"Dictature" , le mot est fort , convenons-en , mais pas totalement incongru.
Je vais , ici, conter une anecdote assez révélatrice .
Un jour , un parent d'élève, et néanmoins ami d'enfance , papa d'un garçon qui allait intégrer un des deux "CM2" (on subodore la problématique ...) s'adressa au directeur que j'étais, avec inquiétude et espoir .
La rumeur parentale considérait, en effet , que l'un des maîtres du "CM2" était particulièrement efficient dans l'enseignement des mathématiques et qu'il faisait , dans son travail quotidien , un effort particulier et notable dans cette discipline .
Ce papa qui avait eu vent de ladite rumeur me demanda donc , au nom de notre vieille , et réelle , amitié d'affecter son fils dans cette classe où on se préoccupait beaucoup de la chose mathématique ...
Même si ma réponse fut celle de l'amitié , elle fut précédée par celle de l'humilité et de la légalité . Je fis remarquer que n'étant pas inspecteur je n'étais pas habilité à juger le travail de mes deux collègues.
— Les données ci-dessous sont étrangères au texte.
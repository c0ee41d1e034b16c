//! Held phases: what they brought or took away, from the rows that they released.

use nalgebra::{DMatrix, DVector, LU};

use super::frame::Slot;
use super::search::Search;
use super::sum::Sum;
use super::system::System;

/// The amount of each held phase at the present point, positive where it brought
/// something in.
pub(super) fn amounts(search: &Search) -> Vec<f64> {
    let frame = &search.frame;
    let count = search.system().fixed.len();
    let slots: Vec<usize> =
        (0..frame.slots.len()).filter(|&s| matches!(frame.slots[s], Slot::Held(_))).collect();
    if slots.is_empty() {
        return vec![0.0; count];
    }
    let mut missing = DVector::zeros(slots.len());
    // Rows by the size of their terms, so that what a small row says of an amount is not
    // drowned in the rounding of a large one.
    let mut sizes = vec![1.0; slots.len()];
    for (r, &slot) in slots.iter().enumerate() {
        let mut sum = Sum::default();
        for (&species, c) in search.at.species.iter().zip(&search.point.concentrations) {
            if !frame.basis.is_zero(species, slot) {
                sum.add_product(*c, frame.basis.value(species, slot));
            }
        }
        sum.add_product(frame.total(slot).value(), -1.0);
        if sum.size > 0.0 {
            sizes[r] = sum.size;
        }
        missing[r] = sum.value() / sizes[r];
    }
    let supply =
        DMatrix::from_fn(slots.len(), count, |r, k| frame.supplied(k, slots[r]) / sizes[r]);
    // Frames are only made of independent supplies.
    LU::new(supply).solve_mut(&mut missing);
    missing.as_slice().to_vec()
}

/// The worst row over the given components: what is left over the sum of the
/// magnitudes of its terms.
pub(super) fn residual(system: &System, concentrations: &[f64], amounts: &[f64]) -> f64 {
    let mut sums = vec![Sum::default(); system.totals.len()];
    let number = |r: &num_rational::Rational64| *r.numer() as f64 / *r.denom() as f64;
    for (species, c) in system.species.iter().zip(concentrations) {
        for (j, coefficient) in &species.row {
            sums[*j].add_product(*c, number(coefficient));
        }
    }
    for (fixed, amount) in system.fixed.iter().zip(amounts) {
        for (j, coefficient) in &fixed.supply {
            sums[*j].add_product(-*amount, number(coefficient));
        }
    }
    let mut worst = 0.0f64;
    for (sum, total) in sums.iter_mut().zip(&system.totals) {
        sum.add_product(*total, -1.0);
        if sum.size > 0.0 {
            worst = worst.max(sum.value().abs() / sum.size);
        }
    }
    worst
}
J'ajoutais, toutefois , que tous les maîtres et maîtresses de cette école, étaient des enseignants expérimentés.
Mais cet épisode est révélateur .
Révélateur d'un état d'esprit, ,d'une croyance , d'une forme d'inquiétude aussi . Quand on est parent, on veut que son enfant reçoive la meilleure instruction possible . On sait aussi qu'après les études, l'insertion dans le monde du travail ne sera pas chose aisée. On veut être armé et on pense qu'une solide formation mathématique peut permettre un accès plus facile au marché de l'emploi.
Cette croyance n'est pas exempte d'une certaine pertinence . Un jeune possèdant une formation plus axée dans les domaines scientifiques a sans doute des possibilités plus étendues dans la recherche d'un emploi ,nonobstant la présence de bien d'autres critères .
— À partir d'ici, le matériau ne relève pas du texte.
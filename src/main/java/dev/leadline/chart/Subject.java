package dev.leadline.chart;

/// What a picture shows of a run: plain data, immutable.
public sealed interface Subject permits Settling, ErrorDecay, Outcomes, Weights, Repeated {
    /// Of the question.
    String title();

    /// The picture in words.
    String caption();
}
Mais ces louables et compréhensibles projections dans le futur de l'élève ne doivent pas nous faire oublier le présent et le vécu de l'école primaire .
A l'école primaire , on est en charge de préparer l'avenir de l'enfant devenu élève . C'est même pour cela que l'enfant y va (même si parfois il n'y va pas volontiers , mais cela est un autre débat).
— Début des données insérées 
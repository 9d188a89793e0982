package dev.leadline.chart;

import java.awt.geom.Path2D;
import java.awt.geom.Rectangle2D;

/// Marks joined by straight lines, in pixels. A mark that is not a number leaves a gap.
///
/// Marks less than half a pixel from the last one drawn are skipped, which nobody can see and which keeps a file
/// small.
final class Trail {
    /// A pixel this far away stands for everything beyond it.
    private static final double FAR = 1e6;

    private static final double APART = .5;

    private final Path2D.Double path = new Path2D.Double();
    private final Rectangle2D sight;
    private double lastX = Double.NaN;
    private double lastY = Double.NaN;
    private double endX = Double.NaN;
    private double endY = Double.NaN;

    private Trail(Rectangle2D sight) {
        this.sight = sight;
    }

    /// A line cut at `sight`, so that a dash is never laid over a stretch that nobody sees.
    static Path2D line(double[] x, double[] y, Rectangle2D sight) {
        var trail = new Trail(sight);
        for (int i = 0; i < x.length; i++) {
            trail.to(x[i], y[i], i == x.length - 1 || Double.isNaN(y[i + 1]));
        }
        return trail.path;
    }

    /// The area between two trails over the same marks, where both are numbers.
    static Path2D between(double[] x, double[] low, double[] high) {
        var path = new Path2D.Double(Path2D.WIND_NON_ZERO);
        int from = 0;
        while (from < x.length) {
            int to = from;
            while (to < x.length && !Double.isNaN(low[to]) && !Double.isNaN(high[to])) {
                to++;
            }
            if (to - from >= 2) {
                fill(path, x, low, high, from, to);
            }
            from = to + 1;
        }
        return path;
    }

    private static void fill(Path2D path, double[] x, double[] low, double[] high, int from, int to) {
        path.moveTo(near(x[from]), near(high[from]));
        side(path, x, high, from, to, 1);
        path.lineTo(near(x[to - 1]), near(low[to - 1]));
        side(path, x, low, from, to, -1);
        path.closePath();
    }

    /// Appends the inner points of one side; `way` 1 from left to right, -1 back.
    private static void side(Path2D path, double[] x, double[] y, int from, int to, int way) {
        int first = way > 0 ? from + 1 : to - 2;
        int last = way > 0 ? to - 1 : from;
        double px = Double.NEGATIVE_INFINITY;
        double py = 0;
        for (int i = first; way > 0 ? i <= last : i >= last; i += way) {
            double nx = near(x[i]);
            double ny = near(y[i]);
            if (i == last || Math.abs(nx - px) + Math.abs(ny - py) >= APART) {
                path.lineTo(nx, ny);
                px = nx;
                py = ny;
            }
        }
    }

    private void to(double rawX, double rawY, boolean lastOfRun) {
        double x = near(rawX);
        double y = near(rawY);
        if (Double.isNaN(x) || Double.isNaN(y)) {
            lastX = Double.NaN;
            return;
        }
        if (!Double.isNaN(lastX)) {
            if (!lastOfRun && Math.abs(x - lastX) + Math.abs(y - lastY) < APART) {
                return;
            }
            segment(lastX, lastY, x, y);
        }
        lastX = x;
        lastY = y;
    }

    /// Liang and Barsky (1984), ACM Transactions on Graphics 3, 1-22: the part of a segment inside a rectangle.
    private void segment(double x0, double y0, double x1, double y1) {
        double dx = x1 - x0;
        double dy = y1 - y0;
        double[] towards = {-dx, dx, -dy, dy};
        double[] room = {x0 - sight.getMinX(), sight.getMaxX() - x0, y0 - sight.getMinY(), sight.getMaxY() - y0};
        double enter = 0;
        double leave = 1;
        for (int side = 0; side < 4; side++) {
            if (towards[side] == 0) {
                if (room[side] < 0) {
                    return;
                }
            } else if (towards[side] < 0) {
                enter = Math.max(enter, room[side] / towards[side]);
            } else {
                leave = Math.min(leave, room[side] / towards[side]);
            }
        }
        if (enter > leave) {
            return;
        }
        double fromX = x0 + enter * dx;
        double fromY = y0 + enter * dy;
        if (!(fromX == endX && fromY == endY)) {
            path.moveTo(fromX, fromY);
        }
        endX = leave == 1 ? x1 : x0 + leave * dx;
        endY = leave == 1 ? y1 : y0 + leave * dy;
        path.lineTo(endX, endY);
    }

    private static double near(double pixel) {
        return Double.isNaN(pixel) ? pixel : Math.clamp(pixel, -FAR, FAR);
    }
}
Mais l'école primaire n'est pas un lieu de spécialisation précoce ... Un élève apprend à lire , à écrire et ...à compter (bien sûr) mais on ne lui apprend pas un métier ...
Entre 6 et 11 ans , il n'est pas question d'en faire des spécialistes de quoi que ce soit ...
Mais , on doit lui apprendre à lire .
On doit surtout ,et principalement , aider l'enfant-élève à acquérir, à assimiler et à utiliser des possiblités lui permettant d'accèder , progressivement, à une connaissance toujours plus étendue du monde concret qui l'entoure . Pour cela il faut connaître la signification des choses . Et l'outil c'est la langue et sa meilleure maîtrise possible ...
Nous ne sommes pas là pour nous livrer à une ridicule et inutile polémique entre présumés "littéraires" et supposés "scientifiques".
Nous sommes à l'école primaire et la tâche la plus vaste qui incombe au maître et à l'élève est de côtoyer l'acquisition la plus efficiente du langage écrit et oral et de sa compréhension.
On a coutume de dire que les programmes de "français" sont plus chargés que ceux des "mathématiques". C'est vrai et c'est explicable .
Car les mathématiques sont aussi , à l'école élémentaire, du français .
Les notions mathématiques , et il y en à même à ce niveau , ont des noms . Entre elles , il y a d'incessantes interactions qui nécessitent des verbes . La façon de les mettre en oeuvre requiert des adverbes , des adjectifs qualificatifs ... Il faut apprendre à jauger , estimer et appliquer cela ...
Les soucis de certains parents à l'entrée du CM2 , concernant l'enseignement de la mathématique, ne sont pas rares... Ils ne sont pas justifiés car ce qui importe à ce niveau c'est la meilleure possession possible de la langue . Muni ce ce viatique , l'élève est bien mieux muni pour affronter la "dictature" des maths.